→ Exercise:
Lines containing the word "label" in the data below: say how many, with no other text.

→ Material for this task:
---
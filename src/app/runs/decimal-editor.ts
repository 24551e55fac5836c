import { ChangeDetectionStrategy, Component, ElementRef, signal, viewChild } from '@angular/core';
import type { ICellEditorAngularComp } from 'ag-grid-angular';
import type { ICellEditorParams } from 'ag-grid-community';
import type { Run } from '../studies/study-types';
import type { GridContext } from './run-grid';
import { decimalProblem } from './run-cells';

export interface DecimalEditorParams {
  /** Digits allowed after the point (the response's decimals); absent for measured geometry. */
  decimals?: number;
  label: string;
}

/**
 * Cell editor for decimal values. A text input, not a number input: the text typed is what is kept
 * ("0.850" stays "0.850", which a number field would turn into 0.85), and "1,5" gets a message
 * instead of silently becoming empty.
 */
@Component({
  selector: 'sm-decimal-editor',
  changeDetection: ChangeDetectionStrategy.OnPush,
  template: `
    <input
      #box
      class="box"
      inputmode="decimal"
      autocomplete="off"
      (input)="typed($event)"
      [attr.aria-label]="label()"
      [attr.aria-invalid]="problem() !== null"
      [attr.title]="problem() ?? hint()"
      [class.bad]="problem() !== null"
    />
  `,
  styles: `
    .box {
      width: 100%;
      height: 100%;
      box-sizing: border-box;
      border: 2px solid var(--mat-sys-primary);
      background: var(--mat-sys-surface);
      color: var(--mat-sys-on-surface);
      font: inherit;
      text-align: right;
      padding: 0 6px;
      outline: none;
      font-variant-numeric: tabular-nums;
    }
    .bad {
      border-color: var(--mat-sys-error);
      border-style: dashed;
    }
  `,
})
export class DecimalEditor implements ICellEditorAngularComp {
  private readonly box = viewChild.required<ElementRef<HTMLInputElement>>('box');
  protected readonly text = signal('');
  protected readonly label = signal('');
  protected readonly hint = signal('');
  private decimals: number | undefined;
  private startedByKey = false;
  private context: GridContext | null = null;
  protected readonly problem = signal<string | null>(null);

  agInit(params: ICellEditorParams<Run, string, GridContext> & DecimalEditorParams): void {
    this.decimals = params.decimals;
    this.context = params.context;
    this.label.set(`${params.label} for run ${params.data?.code ?? ''}`);
    this.hint.set(params.decimals === undefined ? 'A number, point as decimal mark' : `A number with at most ${params.decimals} decimals`);
    // Typing a character on a focused cell starts the edit with that character, as in a spreadsheet.
    const key = params.eventKey;
    this.startedByKey = typeof key === 'string' && key.length === 1;
    const start = typeof key === 'string' && key.length === 1 ? key : (params.value ?? '');
    this.text.set(start);
    this.problem.set(decimalProblem(start.trim(), this.decimals));
  }

  /**
   * ag-grid calls this once the editor is in the page; focusing earlier (before attachment) silently
   * fails and the keys typed right after the first one would be lost. The value is set here, not by a
   * template binding, so a late change detection cannot overwrite what is being typed.
   */
  afterGuiAttached(): void {
    const el = this.box().nativeElement;
    el.value = this.text();
    el.focus();
    // Opened by typing: keep typing after that first character. Opened by Enter/F2/double-click: replace all.
    if (this.startedByKey) el.setSelectionRange(el.value.length, el.value.length);
    else el.select();
  }

  protected typed(e: Event): void {
    const value = (e.target as HTMLInputElement).value;
    this.text.set(value);
    this.problem.set(decimalProblem(value.trim(), this.decimals));
  }

  getValue(): string {
    return this.text().trim();
  }

  /** A value the server would refuse is not sent: the edit is cancelled and the reason shown. */
  isCancelAfterEnd(): boolean {
    const problem = this.problem();
    if (problem) this.context?.editRefused(`${this.label()}: ${problem}`);
    return problem !== null;
  }
}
---
→ Expected answer:
5